Distributing the Kalman Filter for Large-Scale Systems (0708.0242v2)

Abstract: This paper derives a \emph{distributed} Kalman filter to estimate a sparsely connected, large-scale, $n-$dimensional, dynamical system monitored by a network of $N$ sensors. Local Kalman filters are implemented on the ($n_l-$dimensional, where $n_l\ll n$) sub-systems that are obtained after spatially decomposing the large-scale system. The resulting sub-systems overlap, which along with an assimilation procedure on the local Kalman filters, preserve an $L$th order Gauss-Markovian structure of the centralized error processes. The information loss due to the $L$th order Gauss-Markovian approximation is controllable as it can be characterized by a divergence that decreases as $L\uparrow$. The order of the approximation, $L$, leads to a lower bound on the dimension of the sub-systems, hence, providing a criterion for sub-system selection. The assimilation procedure is carried out on the local error covariances with a distributed iterate collapse inversion (DICI) algorithm that we introduce. The DICI algorithm computes the (approximated) centralized Riccati and Lyapunov equations iteratively with only local communication and low-order computation. We fuse the observations that are common among the local Kalman filters using bipartite fusion graphs and consensus averaging algorithms. The proposed algorithm achieves full distribution of the Kalman filter that is coherent with the centralized Kalman filter with an $L$th order Gaussian-Markovian structure on the centralized error processes. Nowhere storage, communication, or computation of $n-$dimensional vectors and matrices is needed; only $n_l \ll n$ dimensional vectors and matrices are communicated or used in the computation at the sensors.

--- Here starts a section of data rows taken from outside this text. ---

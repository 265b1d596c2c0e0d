package readers

import (
	"bytes"
	"context"
	"errors"
	"fmt"
	"math"
	"os"
	"path/filepath"
	"slices"
	"testing"

	"strainledger/mesh"
)

// fuzzLimits keep what a file may claim small enough for thousands of files a second.
var fuzzLimits = Limits{Points: 1 << 14, GridPoints: 1 << 10, Decoded: 1 << 22, Block: 1 << 20}

// openBytes opens a file that is in memory.
func openBytes(data []byte, options Options) (*mesh.Model, error) {
	o := newOpener(context.Background(), options)
	o.root = "."
	f := &file{path: "fuzz", size: int64(len(data)), bytes: int64(len(data)), content: bytes.NewReader(data)}
	err := o.read(f, branch{name: "fuzz", time: math.NaN()})
	if err == nil {
		err = o.finish()
	}
	if err != nil {
		o.close()
		return nil, o.cursor.hand.located(err)
	}
	return o.model, nil
}

// samplesOf returns the samples that match a pattern; none are a failure.
func samplesOf(t testing.TB, pattern string) (files [][]byte) {
	t.Helper()
	paths, err := filepath.Glob(filepath.Join(samples, pattern))
	if err != nil || len(paths) == 0 {
		t.Fatalf("no files %s (%v)", pattern, err)
	}
	for _, path := range paths {
		data, err := os.ReadFile(path)
		if err != nil {
			t.Fatal(err)
		}
		files = append(files, data)
	}
	return files
}

// checkPromises opens a file and reads it with chunks of several sizes. Either each
// reading fails with an error that has a place, or all give the same cells, which keep
// what the model promises.
func checkPromises(t *testing.T, data []byte) {
	t.Helper()
	if fault := brokenPromise(data); fault != "" {
		t.Fatalf("%s\nin %q", fault, data)
	}
}

func brokenPromise(data []byte) string {
	model, err := openBytes(data, Options{Limits: fuzzLimits})
	if err != nil {
		return placeFault(err)
	}
	defer model.Close()
	var first *gathered
	var firstErr error
	for i, chunk := range []int64{8192, 1, 7} {
		got, err := gather(model, -1, chunk)
		if err != nil {
			if fault := placeFault(err); fault != "" {
				return fault
			}
		}
		if i == 0 {
			first, firstErr = got, err
			continue
		}
		if (err == nil) != (firstErr == nil) {
			return fmt.Sprintf("chunks of %d give %v, of 8192 %v", chunk, err, firstErr)
		}
		if err == nil {
			if difference := compare(first, got); difference != "" {
				return fmt.Sprintf("chunks of %d: %s", chunk, difference)
			}
		}
	}
	if fault := storedFault(model); fault != "" || firstErr != nil {
		return fault
	}
	return modelFault(model, first)
}

// storedFault reads every array as it is stored, at once and in steps.
func storedFault(model *mesh.Model) string {
	var arrays []mesh.Array
	for i := range model.Pieces {
		piece := &model.Pieces[i]
		arrays = append(append(arrays, piece.Arrays...), piece.OwnArrays...)
		if piece.Points != nil {
			arrays = append(arrays, *piece.Points)
		}
	}
	for i := range model.Sources {
		arrays = append(arrays, model.Sources[i].Fields...)
	}
	for i := range arrays {
		whole, err := storedBytes(model, &arrays[i], max(8, arrays[i].Bytes))
		steps, stepsErr := storedBytes(model, &arrays[i], max(8, arrays[i].Bytes/20/8*8))
		switch {
		case (err == nil) != (stepsErr == nil):
			return fmt.Sprintf("array %q: at once %v, in steps %v", arrays[i].Name, err, stepsErr)
		case err != nil && placeFault(err) != "":
			return placeFault(err)
		case err == nil && !bytes.Equal(whole, steps):
			return fmt.Sprintf("array %q: in steps other bytes than at once", arrays[i].Name)
		}
	}
	return ""
}

func storedBytes(model *mesh.Model, array *mesh.Array, step int64) ([]byte, error) {
	cursor := model.Open()
	defer cursor.Close()
	data := make([]byte, array.Bytes)
	for at := int64(0); at < array.Bytes; at += step {
		if err := cursor.ReadArray(context.Background(), array, at, data[at:min(at+step, array.Bytes)]); err != nil {
			return nil, err
		}
	}
	return data, nil
}

func placeFault(err error) string {
	place := new(Error)
	if !errors.As(err, &place) || place.Path == "" || place.Err == nil || place.Error() == "" {
		return fmt.Sprintf("error without a place: %v", err)
	}
	return ""
}

// compare says in what two readings differ, bit by bit.
func compare(a, b *gathered) string {
	same := func(x, y float64) bool { return math.Float64bits(x) == math.Float64bits(y) }
	switch {
	case a.cells != b.cells:
		return fmt.Sprintf("%d and %d cells", a.cells, b.cells)
	case !slices.EqualFunc(a.points, b.points, same):
		return "points differ"
	case !slices.EqualFunc(a.nodes, b.nodes, slices.Equal):
		return "nodes differ"
	case !slices.Equal(a.hidden, b.hidden):
		return "marks differ"
	case !slices.Equal(facesOf(a), facesOf(b)):
		return "faces differ"
	}
	for key, array := range a.arrays {
		other := b.arrays[key]
		if !slices.EqualFunc(array.values, other.values, same) || !slices.Equal(array.labels, other.labels) {
			return fmt.Sprintf("array %q differs", key.name)
		}
	}
	return ""
}

// facesOf joins the faces: chunks without polyhedra have none.
func facesOf(g *gathered) (joined []int32) {
	for _, faces := range g.faces {
		joined = append(joined, faces...)
	}
	return joined
}

// modelFault compares what was read with what the model promises.
func modelFault(model *mesh.Model, got *gathered) string {
	if got.cells != model.CellCount() {
		return fmt.Sprintf("%d cells, promised %d", got.cells, model.CellCount())
	}
	points := int64(0)
	for _, source := range model.Sources {
		points += source.Points
	}
	if int64(len(got.points)) != 3*points {
		return fmt.Sprintf("%d coordinates, promised %d points", len(got.points), points)
	}
	most := int32(0)
	for _, piece := range model.Pieces {
		most = max(most, int32(piece.PointCount))
		if piece.Source >= len(model.Sources) || piece.Block >= len(model.Blocks) {
			return fmt.Sprintf("piece of source %d and block %d", piece.Source, piece.Block)
		}
	}
	for cell, nodes := range got.nodes {
		for _, node := range nodes {
			if node < 0 || node >= most {
				return fmt.Sprintf("cell %d has node %d of %d", cell, node, most)
			}
		}
	}
	for key, array := range got.arrays {
		if array.values != nil && int64(len(array.values)) != array.Tuples*int64(array.Components) {
			return fmt.Sprintf("array %q has %d values, promised %d tuples of %d", key.name, len(array.values), array.Tuples, array.Components)
		}
	}
	return ""
}

func addSeeds(f *testing.F, patterns ...string) {
	f.Helper()
	for _, pattern := range patterns {
		for _, data := range samplesOf(f, pattern) {
			f.Add(data)
			f.Add(data[:len(data)/2]) // a cut file is the commonest damage
		}
	}
}

func FuzzXML(f *testing.F) {
	addSeeds(f, "vtu-encodings/*-u32-le.vtu", "vtu-encodings/blocks-*.vtu", "special/*.vtu", "cells/poly*.vtu", "cells/type72*.vtu", "types/*.vtu", "malformed*/*.vtu")
	f.Fuzz(checkPromises)
}

func FuzzStructured(f *testing.F) {
	addSeeds(f, "xml-structured/*-ascii.vt?", "xml-structured/*-zlib.vt?", "xml-structured/image-*", "malformed*/*.vti")
	f.Fuzz(checkPromises)
}

func FuzzLegacy(f *testing.F) {
	addSeeds(f, "legacy/*.vtk", "types/*.vtk", "cells/linear*.vtk", "malformed*/*.vtk")
	f.Fuzz(checkPromises)
}
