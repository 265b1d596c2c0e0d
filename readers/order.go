package readers

import (
	"math"
	"slices"

	"strainledger/mesh"
)

// isHigherOrder reports whether cells of a type have degrees.
func isHigherOrder(cellType mesh.CellType) bool {
	return cellType >= mesh.HigherOrderHexahedron && cellType <= mesh.BezierPyramid
}

func isHigherOrderHexahedron(cellType mesh.CellType) bool {
	return cellType == mesh.LagrangeHexahedron || cellType == mesh.BezierHexahedron || cellType == mesh.HigherOrderHexahedron
}

// readDegrees reads the degrees of the cells of a span, three each; nil where no cell
// has any or the file does not state them.
func (c *cursor) readDegrees(p *piece, span mesh.Span) ([]int64, error) {
	if p.degrees == nil || !slices.ContainsFunc(c.types, isHigherOrder) {
		return nil, nil
	}
	values, err := p.degrees.values(c, span.Low, span.High)
	if err != nil {
		return nil, err
	}
	c.degrees = grown(c.degrees, len(values))
	for i, value := range values {
		const most = 1000
		if value != math.Trunc(value) || value < 0 || value > most {
			return nil, p.cellError(p.degrees, span.Low+int64(i/3), malformed("found the degree %v, need a whole number up to %d", value, most))
		}
		c.degrees[i] = int64(value)
	}
	return c.degrees, nil
}

// reorder brings the nodes of Lagrange and Bézier hexahedra from files of old versions
// into today's order: the vertical edges at corners 2 and 3 changed places in version
// 2.1 of XML files and 5.1 of legacy files.
func (c *cursor) reorder(degrees []int64) {
	for i, cellType := range c.types {
		if !isHigherOrderHexahedron(cellType) {
			continue
		}
		nodes := c.nodes[c.start[i]:c.start[i+1]]
		order := int64(math.Round(math.Cbrt(float64(len(nodes))))) - 1
		p, q, r := order, order, order
		if degrees != nil && degrees[3*i] > 0 {
			p, q, r = degrees[3*i], degrees[3*i+1], degrees[3*i+2]
		}
		if r < 2 || (p+1)*(q+1)*(r+1) != int64(len(nodes)) {
			continue // the shape's check says what is wrong
		}
		third := 8 + 4*(p-1) + 4*(q-1) + 2*(r-1)
		for k := third; k < third+r-1; k++ {
			nodes[k], nodes[k+r-1] = nodes[k+r-1], nodes[k]
		}
	}
}
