TEST_CASE("audits as text keep to 78 columns of ASCII", "[closed form]") {
    std::vector<AuditLoop> loops(5, heated_tank());
    loops[1].settings->gain = 5.2;
    loops[2].settings->gain = -1.0;
    loops[3].process.reset();
    loops[4].name = "a loop with a name longer than its column";
    loops[4].form = ControllerForm{.gain_as = GainAs::proportional_band};
    const std::vector<AuditRow> rows = audit(loops);
    std::vector<std::string> texts{text_of(rows), text_of(std::vector<AuditRow>{})};
    for (const AuditRow& row : rows) texts.push_back(row.text());
    for (const std::string& text : texts) {
        std::size_t column = 0;
        for (char c : text) {
            CHECK((c == '\n' || (c >= ' ' && c <= '~')));
            column = c == '\n' ? 0 : column + 1;
            CHECK(column <= 78);
        }
    }
    CHECK_THAT(texts[0], ContainsSubstring("Audit of 5 loops"));
    CHECK_THAT(texts[0], ContainsSubstring("1 unstable and 1 weak in service, 1 failed"));
    CHECK_THAT(texts[0], ContainsSubstring("error (missing_argument): process is not given"));
    CHECK_THAT(rows[4].text(), ContainsSubstring("Proportional band"));
    CHECK_THAT(rows[0].text(), ContainsSubstring(text_of(*rows[0].proposal->margins.max_sensitivity, 5)));
}
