"""The evidence folder: complete, the same twice, and a check that finds what was changed."""

from __future__ import annotations

import csv
import errno
import io
import json
import os
import re
import shutil
import sqlite3
import zipfile
from dataclasses import replace
from html.parser import HTMLParser
from pathlib import Path

import pytest
from study_maker import FIELDS, RUNWAYS, make_study, study_toml

from climarisk.errors import InputError, OutputError
from climarisk.outputs.evidence import check as evidence_check
from climarisk.outputs.evidence import folder as evidence
from climarisk.outputs.evidence import numbers as evidence_numbers
from climarisk.outputs.evidence.check import check_evidence, is_repeatable
from climarisk.outputs.evidence.folder import (
    digest_of,
    files_in,
    make_evidence,
    refuse_foreign,
    write_zip,
)
from climarisk.outputs.evidence.method import method_page
from climarisk.outputs.evidence.numbers import number_problems
from climarisk.outputs.evidence.planning import hours_of_text
from climarisk.outputs.evidence.tables import Tables
from climarisk.outputs.evidence.words import FILES, HELD_BY_DIGEST, check_words
from climarisk.outputs.tables import OUTPUT_FILES
from climarisk.scenarios import sensitivity
from climarisk.study import read_study
from climarisk.weather import Weather

FLIGHTS = """\
flight,field,aircraft,operation,dates,season,weekdays,time,mass_kg,repeats
Hot,LOW,trainer,both,2027-07-01/2027-07-14,,Mon-Fri,15:30,760,2
Afternoon,MID,trainer,takeoff,2027-07-05/2027-07-11,,,15:30,,1
Winter,MID,trainer,landing,2027-01-04 2027-01-11,,,13:00,650,3
Autumn,LOW,trainer,both,2027-10-02,,,12:00,,1
"""
HOSTILE = "<script>alert(1)</script> & {{ 1 }} @@style@@"


@pytest.fixture(scope="module")
def made(tmp_path_factory):
    """A tiny study of five years, two fields, an aircraft and a schedule, and its evidence."""
    folder = tmp_path_factory.mktemp("evidence")
    study = make_study(folder / "study")
    title = f'title = "{HOSTILE}"'
    text = study_toml("synthetic", 2018, 2022).replace('title = "Small study (invented)"', title)
    study.write("study.toml", text.replace("[period]", 'schedule = "flights.csv"\n[period]'))
    study.write("fields.csv", "".join(FIELDS.splitlines(True)[:3]).replace(",VALE", ","))
    study.write("runways.csv", "".join(RUNWAYS.splitlines(True)[:5]))
    study.write("flights.csv", FLIGHTS)
    (study.folder / "aircraft" / "tourer.toml").unlink()
    result, files = make_evidence(study.file, folder / "evidence")
    return study, folder / "evidence", result, files


@pytest.fixture
def copy(made, tmp_path):
    """A copy of the evidence to spoil."""
    return shutil.copytree(made[1], tmp_path / "evidence")


def refile(folder):
    """Bring manifest and zip up to date, as a careful forger would."""
    path = folder / "manifest.json"
    manifest = json.loads(path.read_text())
    for item in manifest["files"]:
        item["bytes"] = (folder / item["file"]).stat().st_size
        item["sha256"] = digest_of(folder / item["file"])
    path.write_text(json.dumps(manifest))
    write_zip(folder)


def change_manifest(folder, change):
    path = folder / "manifest.json"
    manifest = json.loads(path.read_text())
    change(manifest)
    path.write_text(json.dumps(manifest))


def rows_of(path):
    return list(csv.DictReader(io.StringIO(path.read_text(encoding="utf-8"))))


def change_cell(path, column, change, chosen=lambda row: True):
    """Change one cell of the first row that is chosen and has a value."""
    rows = rows_of(path)
    row = next(r for r in rows if r[column] and chosen(r))
    row[column] = change(row[column])
    with path.open("w", newline="") as file:
        writer = csv.DictWriter(file, rows[0], lineterminator="\n")
        writer.writeheader()
        writer.writerows(rows)


# ---- what is written -------------------------------------------------------------------------


def test_evidence_holds_what_a_run_writes_and_what_a_reviewer_asks(made):
    study, folder, _, files = made
    names = {f.relative_to(folder).as_posix() for f in files}
    assert names == set(files_in(folder))
    run = set(OUTPUT_FILES)
    inputs = {f"inputs/{n}" for n in files_in(study.folder)}
    assert names >= run | inputs
    assert {n for n in names if not n.startswith("inputs/")} - run == {
        *("README.txt", "manifest.json", "method.html", "evidence.zip"),
        *("inputs.csv", "coverage.csv", "station_use.csv"),
        *("verification.txt", "verification.csv", "verification.svg"),
    }


def test_every_file_is_told_in_the_readme(made):
    _, folder, _, _ = made
    text = (folder / "README.txt").read_text()
    for name in files_in(folder):
        if not name.startswith("inputs/"):
            assert re.search(rf"^{re.escape(name)} +\S", text, re.MULTILINE), name
    assert {n for n in OUTPUT_FILES if n not in FILES} == set()


def test_copied_study_is_the_study_byte_for_byte(made):
    study, folder, _, _ = made
    for name in files_in(study.folder):
        assert (folder / "inputs" / name).read_bytes() == (study.folder / name).read_bytes()


def test_manifest_has_size_and_digest_of_every_file(made):
    _, folder, _, _ = made
    manifest = json.loads((folder / "manifest.json").read_text())
    listed = {i["file"]: (i["bytes"], i["sha256"]) for i in manifest["files"]}
    assert set(listed) == set(files_in(folder)) - {"manifest.json", "evidence.zip"}
    for name, told in listed.items():
        assert told == ((folder / name).stat().st_size, digest_of(folder / name))
    assert manifest["runnable"] is is_repeatable(folder) is True
    assert set(manifest["libraries"]) >= {"numpy", "pandas", "GDAL", "zlib", "tzdata"}


def test_zip_holds_the_folder_sorted_with_fixed_dates_and_modes(made):
    _, folder, _, _ = made
    with zipfile.ZipFile(folder / "evidence.zip") as archive:
        members = archive.infolist()
        names = [m.filename for m in members]
        assert names == sorted(set(files_in(folder)) - {"evidence.zip"})
        assert {m.date_time for m in members} == {(1980, 1, 1, 0, 0, 0)}
        assert {m.external_attr >> 16 for m in members} == {0o100644}
        assert all(archive.read(n) == (folder / n).read_bytes() for n in names)


def test_zip_of_the_same_files_has_the_same_bytes(made, copy):
    (copy / "evidence.zip").unlink()
    for path in copy.rglob("*"):
        os.utime(path, (1, 1))
        path.chmod(0o700)
    write_zip(copy)
    assert (copy / "evidence.zip").read_bytes() == (made[1] / "evidence.zip").read_bytes()


def test_readme_commands_in_order_repeat_and_check_the_evidence(made, copy, command, monkeypatch):
    text = (copy / "README.txt").read_text()
    commands = [line.split() for line in text.splitlines() if line.startswith("    climarisk ")]
    assert [c[:2] for c in commands] == [["climarisk", "evidence"]] * 2
    monkeypatch.chdir(copy)
    repeated = command(*commands[0][1:])
    assert (repeated.code, repeated.errors) == (0, [])
    again = copy.parent / "again"
    assert files_in(again) == files_in(copy) == files_in(made[1])
    for name in files_in(copy):
        assert (again / name).read_bytes() == (copy / name).read_bytes(), name
    # That a run gives the same is known by now; the check compares the one just made.
    monkeypatch.setattr(evidence_check, "make_evidence", lambda _, to, *a, **k: again.rename(to))
    checked = command(*commands[1][1:])
    assert not again.exists()
    assert (checked.code, checked.errors) == (0, [])
    assert "run again, the study gives the same" in checked.out


def test_no_file_names_a_place_on_this_machine(made):
    study, folder, _, _ = made
    for name in files_in(folder):
        data = (folder / name).read_bytes()
        for place in (study.folder.parent, folder.parent):
            assert str(place).encode() not in data, name


def test_scenarios_are_the_sensitivity_of_the_study(made):
    study, folder, result, _ = made
    names = [r["scenario"] for r in rows_of(folder / "scenarios.csv")]
    assert list(dict.fromkeys(names)) == [s.name for s in sensitivity(read_study(study.file))]
    assert result.scenarios is None  # the map stays that of a plain run


def test_tables_are_those_of_a_run(made):
    _, folder, result, _ = made
    told = [float(r["shortfall"]) for r in rows_of(folder / "risk_monthly.csv")]
    assert told == pytest.approx(list(result.risk_monthly["shortfall"]), abs=1e-9)


# ---- the method statement --------------------------------------------------------------------


class Page(HTMLParser):
    """Tags, policy and text of a page."""

    def __init__(self, text):
        super().__init__()
        self.tags, self.attributes, self.words = set(), [], []
        self.feed(text)

    def handle_starttag(self, tag, attrs):
        self.tags.add(tag)
        self.attributes += [(tag, *a) for a in attrs]

    def handle_data(self, data):
        self.words.append(data)


def test_method_statement_has_no_script_and_loads_nothing(made):
    page = Page((made[1] / "method.html").read_text(encoding="utf-8"))
    assert page.tags.isdisjoint({"script", "img", "iframe", "object", "form", "base", "svg"})
    (policy,) = (v for _, name, v in page.attributes if name == "content" and "default-src" in v)
    assert policy.startswith("default-src 'none'; style-src 'sha256-")
    assert "unsafe" not in policy
    assert not [a for a in page.attributes if a[1] == "style" or a[1].startswith("on")]
    assert not [v for _, name, v in page.attributes if name in ("src", "href") and v != "data:,"]
    assert HOSTILE in page.words


def test_method_statement_tells_sources_factors_and_what_is_recalled(made):
    words = " ".join(Page((made[1] / "method.html").read_text(encoding="utf-8")).words)
    for told in (
        "ISO 2533:1975",
        "Buck (1981)",
        "Hyndman and Fan (1996)",
        "CAT.POL.A.305",
        "CAT.POL.A.330",
        "Safety Sense Leaflet 7c",
        "from memory, not read",
        "From memory",
        "Still air is assumed",
        "invented (seed 0)",
        "not a take-off or landing calculation",
    ):
        assert told in words, told
    # Factors of UK CAA Safety Sense Leaflet 7c (2013) for grass, from memory: 1.20 and 1.15.
    row = words[words.index("wet-grass") :][:40]
    assert re.search(r"wet-grass\s+1\.3\s+1\.35", row)


def test_method_statement_tells_planning_and_the_chart(made):
    words = " ".join(Page((made[1] / "method.html").read_text(encoding="utf-8")).words)
    for told in (
        "Fields are ranked as bases by usable hours a month",
        "The mass that holds is looked for up to the maximum mass",
        "on the 31 days around it",
        "Reconstruction from memory of the carburettor-icing charts",
        "The main figures and sources that are recalled",
        "Error of a barometer, 0.15 hPa",
        "-90 to 60 degC",
    ):
        assert told in words, told


def test_chart_is_recalled_only_where_it_is_used(made):
    study = read_study(made[0].file)
    planning = replace(study.planning, carburettor_icing="physical")
    page = method_page(replace(study, planning=planning), made[2])
    assert "Carburettor-icing zones" in method_page(study, made[2])
    assert "Carburettor-icing zones" not in page


# ---- the folder ------------------------------------------------------------------------------


def test_earlier_evidence_is_replaced_whole(made, copy):
    (copy / "risk_monthly.csv").write_text("spoilt")
    refuse_foreign(copy)
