"""Words and numbers as people read them: the same in the map, the workbook and the report."""

from __future__ import annotations

import math
import unicodedata
from collections import Counter
from collections.abc import Callable, Mapping, Sequence
from fractions import Fraction
from typing import Any

import pandas as pd

from climarisk.aircraft import AircraftProfile
from climarisk.results import StudyResult
from climarisk.schedule import NEAREST_NOT_TOLD

#: What every output says about its own limits; the first one stands at the top.
CAUTIONS = (
    "Planning and comparison aid based on past weather. It is not a take-off or landing "
    "calculation and is not approved by any authority. The approved flight manual of the "
    "individual aeroplane, current weather and the judgement of the pilot in command always "
    "govern; local rules and licensed practice apply.",
    "Shares and percentiles describe the record used, not a forecast; a rare hot day can "
    "exceed every value shown. An hour without data is left out: it is never counted as "
    "an hour without risk.",
    "Distances come from the figures supplied with the study. Profiles without a table are "
    "scaled by generic rules and marked; nothing is calculated beyond the last row of a table.",
    "Weather at a field without a station of its own is estimated from stations nearby; the "
    "error may be larger in closed valleys and at night.",
    "Runway data may be incomplete or out of date; verify them in the current aeronautical "
    "publication and with the operator. Strips steeper than 2 % need a site-specific "
    "procedure and instruction.",
    "A mass that held in past weather is not a permitted mass: the flight manual, the loading and "
    "the fuel of the day decide. Landing is reckoned at the take-off mass.",
    "Carburettor-icing shares use surface air and a generic chart, or a screening that is an "
    "engineering assumption; engines differ. The zones of the chart are a reconstruction from "
    "memory, each corner uncertain by 2 to 3 K, and were not checked against the official chart. "
    "Hours with temperature and dew point close together are no forecast of fog or low cloud.",
    "Commercial, instructional or insurance decisions should be reviewed by a suitably "
    "qualified person.",
)

#: How the figures come about, in the order of the work.
METHOD = (
    "Every hour of the record gives one value of the air at the field and, for each aircraft,"
    " one margin per check: distance or climb available against required times the operator’s"
    " factors, in still air, in the most favourable direction that may be used. An hour falls"
    " short when a margin is negative, a stated limit is passed, or the air is hotter or "
    "higher than the table (“outside table”).",
    "Density altitude is the altitude of the International Standard Atmosphere with the same "
    "air density, moisture included. It is computed hour by hour and only then ordered into "
    "percentiles (Hyndman and Fan type 8), by month and hour of local standard time; clock "
    "changes are not applied. An hour is the nearest full hour.",
    "A year counts for a month and hour when at least 80 % of its days have a value there; of a "
    "month or a season the number of years with any such hour is shown, and beside it the share "
    "of the period’s cells that count. A cell below the rule is “no data”: it does not mean no "
    "risk. Intervals come from resampling whole years; from too few years there is none.",
    "Air estimated from stations nearby carries an error, learned by hiding stations that are"
    " near the fields and estimating them from the others. Percentiles, shares and intervals "
    "include it; the central share does not.",
    "Trends by season are Theil-Sen slopes with the Mann-Kendall test, corrected for "
    "autocorrelation; a step beside the trend may be a station move. Return levels are a "
    "generalised extreme-value distribution fitted to annual maxima by L-moments, to twice "
    "the length of the record at most.",
    "The mass that holds is found hour by hour: the largest at which every check of take-off, "
    "climb and landing holds, linear between the tabulated masses and never beyond them; the "
    "figure is the one that the stated share of the hours allows.",
    "Power is what the air leaves at full throttle: Gagg and Ferrar on the density of the dry "
    "part of the air, with the more favourable of that and SAE J1349 as the optimistic figure; "
    "mixture, ignition and engine condition are not in it.",
    "Shown here: density altitude to the nearest 100 ft, shares to the whole per cent, “< 1 "
    "%” for anything above zero and below one. The CSV files hold the unrounded values.",
)

MONTH_NAMES = (
    "January",
    "February",
    "March",
    "April",
    "May",
    "June",
    "July",
    "August",
    "September",
    "October",
    "November",
    "December",
)
MONTHS = tuple(name[:3] for name in MONTH_NAMES)
NO_DATA = "no data"
#: From this many feet on (one standard deviation) the doubt about the pressure is told wherever the
#: doubt about the air is: the pressure is then not measured well, or not at all (our choice).
PRESSURE_TOLD_FT = 20.0
#: In place of a better time for a flight, and beside the name of a field where no figure is a pass.
NO_TIME, NO_TIME_TOLD, STEEP_TAIL = "none within 12 h", "cannot be told", " (steep)"
#: The band of carburettor icing that tells places apart, called so everywhere.
ICING_SERIOUS = "serious even in cruise"
_OPERATIONS = {"takeoff": "take-off", "landing": "landing", "both": "take-off and landing"}
_MINUS = "\N{MINUS SIGN}"


def share_text(share: float) -> str:
    """A share 0-1 in whole per cent; ``< 1 %`` for anything above zero and below one."""
    if math.isnan(share):
        return NO_DATA
    if 0.0 < share < 0.01:
        return "< 1 %"
    # 0.045 is a little below 9/200 as a float; the share it stands for is not.
    return f"{math.floor(Fraction(round(share * 10**8), 10**6) + Fraction(1, 2))} %"


def interval_text(low: float, high: float) -> str:
    """An interval of a share, as ``4-12 %`` or ``0 %``; ``none`` where there is none."""
    if math.isnan(low) or math.isnan(high):
        return "none"
    first, last = (share_text(share).replace("< ", "<") for share in (low, high))
    if first == last:
        return share_text(low)
    return f"{first.removesuffix(' %')}-{last}"


def altitude_text(feet: float) -> str:
    """A density altitude to the nearest 100 ft, with its unit."""
    if math.isnan(feet):
        return NO_DATA
    return f"{grouped(math.floor(Fraction(feet) / 100 + Fraction(1, 2)) * 100)} ft"


def grouped(whole: int) -> str:
    """A whole number with commas between the thousands and a proper minus sign."""
    return f"{whole:,}".replace("-", _MINUS)


def hour_text(hour: int) -> str:
    """An hour of the day, as ``07:00``."""
    return f"{hour:02d}:00"


def window_text(window: str | Sequence[int]) -> str:
    """The hours window of a study, as in its settings."""
    if isinstance(window, str):
        return "all hours" if window == "all" else window
    return " to ".join(hour_text(int(hour)) for hour in window)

• The paper introduces a distributed Kalman filter method that exploits spatial decomposition to lower computational burdens.
• It employs a DICI algorithm for iterative local matrix inversion, ensuring the accuracy of centralized solutions.
• The approach integrates overlapping sensor data via consensus averaging to achieve robust state estimation in large sensor networks.

Overview of Distributed Kalman Filtering for Large-Scale Systems

The paper "Distributing the Kalman Filter for Large-Scale Systems" by Usman A. Khan and Jos M. F. Moura tackles the challenges of implementing Kalman filters in large-scale dynamical systems. It introduces a distributed algorithm aimed at managing extensive computations and communication burdens that arise in centralized procedures.

Core Contributions

The central theme of the paper is the derivation of a distributed Kalman filter designed to estimate states in large-scale systems monitored by a network of sensors. The authors propose deploying local Kalman filters on spatially decomposed sub-systems, which are notably lower-dimensional than the original system. These sub-systems overlap, and the authors preserve the Gauss-Markovian structure of the centralized error processes by employing an approximation method, the order of which is adaptable and leads to a lower bound on sub-system dimensions.

A novel assimilation procedure for local error covariances is introduced, utilizing a distributed iterate collapse inversion (DICI) algorithm. The DICI algorithm facilitates computation of the Riccati and Lyapunov equations iteratively, requiring only local communication and computation of reduced-order quantities. Observations from overlapping sub-systems are integrated using bipartite fusion graphs and consensus averaging, ensuring coherency with a centralized Kalman filter's characteristics.

Numerical Results

The paper offers strong numerical results demonstrating that this distributed algorithm achieves coherence with centralized solutions without requiring the storage, communication, or computation of high-dimensional matrices and vectors. This is crucial for practical applications in sensor networks over large geographical areas.

Algorithmic Insights

• Spatial Decomposition: By leveraging the sparse and localized nature of large-scale systems, the algorithm decomposes the global system into overlapping sub-systems. Each sensor in the network applies a local Kalman filter to its respective sub-system, greatly reducing both computational and communication overhead.
• Distributed Matrix Inversion: The DICI algorithm innovatively tackles the matrix inversion problem, reducing the complexity from operations on $n \times n$ matrices to those that involve lower-dimensional matrices corresponding to the distributed sub-systems.
• Observation Fusion: The authors implement observation fusion using bipartite fusion graphs, an effective method for handling observations on overlapping states, thereby ensuring the system's global dynamics are accurately represented.

Implications and Future Directions

This research presents significant implications for the implementation of distributed Kalman filters in large-scale dynamical systems. The proposed method ensures robustness and scalability while maintaining computational feasibility in resource-constrained environments such as sensor networks.

Theoretical advancements in distributed filtering, as outlined in this paper, pave the way for further exploration of efficient algorithms in large-scale estimation problems. Future developments might include extending these methods to handle non-linear dynamics or improving communication efficiency for real-time applications.

Conclusion

The distributed Kalman filter proposed by Khan and Moura provides a sophisticated solution for large-scale systems, emphasizing both the theoretical underpinnings and practical implementation considerations. This approach efficiently balances the considerations of distribution, computation, and communication, marking a noteworthy contribution to the field of signal processing and estimation theory.